Are you understanding me now?


----------



## scandia101 (Oct 20, 2007)

jmill said:


> If you don't update guide data for a month, TiVo will stop recording whether it is from live TV or from shows being transferred from your Premiere.


It won't MRV, but will still continue to record manually. Tivos used to shut down all recording capabilities after 30 days with no communication, but something happened to change that a long time ago. There are people on this forum that say they've been able to manually record for years after ending the subscription. I personally have used an S2 unsub'd for manual recordings for a couple of months in 2006 before storing it away, but then many months later pulled the Tivo out of the closet and plugged it in just to check it, and I could still do manual recordings.


----------



## ZeoTiVo (Jan 2, 2004)

scandia101 said:


> There is *absolutely no benefit* to having an unsub'd tivo on a network.
> No MRV
> No Amazon VOD or any other video downloads
> No pictures or music from your computer
> ...


Look, your posts to me are becoming rude. 
I pointed out others had that conversation about the benefit of it in the thread already. I pointed out my post was simply a how to easily do it. You want to not read my posts and rudely argue something I never talked about - that is your problem, which is a very obvious problem to many who read your posts


----------



## scandia101 (Oct 20, 2007)

ZeoTiVo said:


> Look, your posts to me are becoming rude.
> I pointed out others had that conversation about the benefit of it in the thread already. I pointed out my post was simply a how to easily do it. You want to not read my posts and rudely argue something I never talked about - that is your problem, which is a very obvious problem to many who read your posts


Wow, you clearly don't get that connecting it to a network accomplishes nothing, so all the well educated advice that you have to offer on making the network connection is of absolute zero value.


----------



## ttocsmi (Jan 6, 2007)

scandia101 said:


> Wow, you clearly don't get that connecting it to a network accomplishes nothing, so all the well educated advice that you have to offer on making the network connection is of absolute zero value.

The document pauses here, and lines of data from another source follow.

/// Run a signature at the load target: the DC current is adjusted until the
/// mean bus power (or the mean line current) matches.
fn run_at_load(s: &Scenario, target: Target) -> Result<Run, String> {
    let v0 = 1.35 * s.supply.v_ll_rms_v;
    let mut i_dc = match target {
        Target::Power(p) => p / v0,
        Target::LineCurrent(i) => i * (1.5f64).sqrt(),
    };
    let mut sc = s.clone();
    let d = crate::params::derive(s).map_err(|e| e.to_string())?;
    let mut last: Option<Run> = None;
    for _ in 0..12 {
        sc.dc.load = DcLoad::ConstantCurrent { i_a: i_dc };
        let sim = crate::sim::simulate(&sc, &d).map_err(|e| e.to_string())?;
        let v = sim.signals[sim.roles.v_dc].mean;
        if !v.is_finite() || v < 0.3 * SQRT_2 * s.supply.v_ll_rms_v {
            return Err(format!(
                "the bus falls below {:.0} V: the front end cannot carry this load in this state (expect an undervoltage trip)",
                0.3 * SQRT_2 * s.supply.v_ll_rms_v
            ));
        }
        let next = match target {
            Target::Power(p) => p / v,
            Target::LineCurrent(i) => {
                let im = mean_line_i(&sim);
                if im <= 0.0 {
                    return Err("no line current flows".into());
                }
                i_dc * i / im
            }
        };
        let done = (next - i_dc).abs() <= 2e-3 * i_dc;
        last = Some(Run { sim, i_dc_a: i_dc });
        i_dc = next;
        if done {
            return last.ok_or_else(|| "no run".into());
        }
    }
    match last {
        Some(r) => {
            let v = r.sim.signals[r.sim.roles.v_dc].mean;
            match target {
                Target::Power(p) if (v * r.i_dc_a - p).abs() > 0.02 * p => Err(
                    "the bus does not settle at this load: the front end cannot carry it in this state (expect an undervoltage trip)".into(),
                ),
                _ => Ok(r),
            }
        }
        None => Err("no run".into()),
    }
}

If I use subnet masking or editing of the routing table or MAC address filtering or whatever to prevent the un-sub'd Tivo from connecting to the outside world, then the benefit is this: I can record a show on one Tivo, then transfer it over the network to the (un-sub'd) Tivo in the exercise room, then watch it at my leisure without having to pay for three subscriptions.

Unless you can state, unequivocally, that after x days of not connecting to the Mother Ship the Tivo will disable its ethernet connectivity, I suggest you keep an open mind to the advice others have to offer on this forum.


----------



## orangeboy (Apr 19, 2004)

ttocsmi said:


> ...I can record a show on one Tivo, then transfer it over the network to the (un-sub'd) Tivo in the exercise room, then watch it at my leisure without having to pay for three subscriptions...


Hmm. Good luck with that!


----------



## ZeoTiVo (Jan 2, 2004)

scandia101 said:


> Wow, you clearly don't get that connecting it to a network accomplishes nothing


I never commented on whether it did or not - you are having a one sided argument that makes you look foolish at this point. have fun with that


----------



## scandia101 (Oct 20, 2007)

ZeoTiVo said:


> I never commented on whether it did or not - you are having a one sided argument that makes you look foolish at this point. have fun with that


You're the one with the one sided argument. You can't seem to get away from your connection method being correct and believing that it's all the information that The OP needs. I give the rest of the information (MRV not possible) and point out that that connection, however correct it is, won't help the OP accomplish what he wants - and you started arguing about it as If I said you were wrong.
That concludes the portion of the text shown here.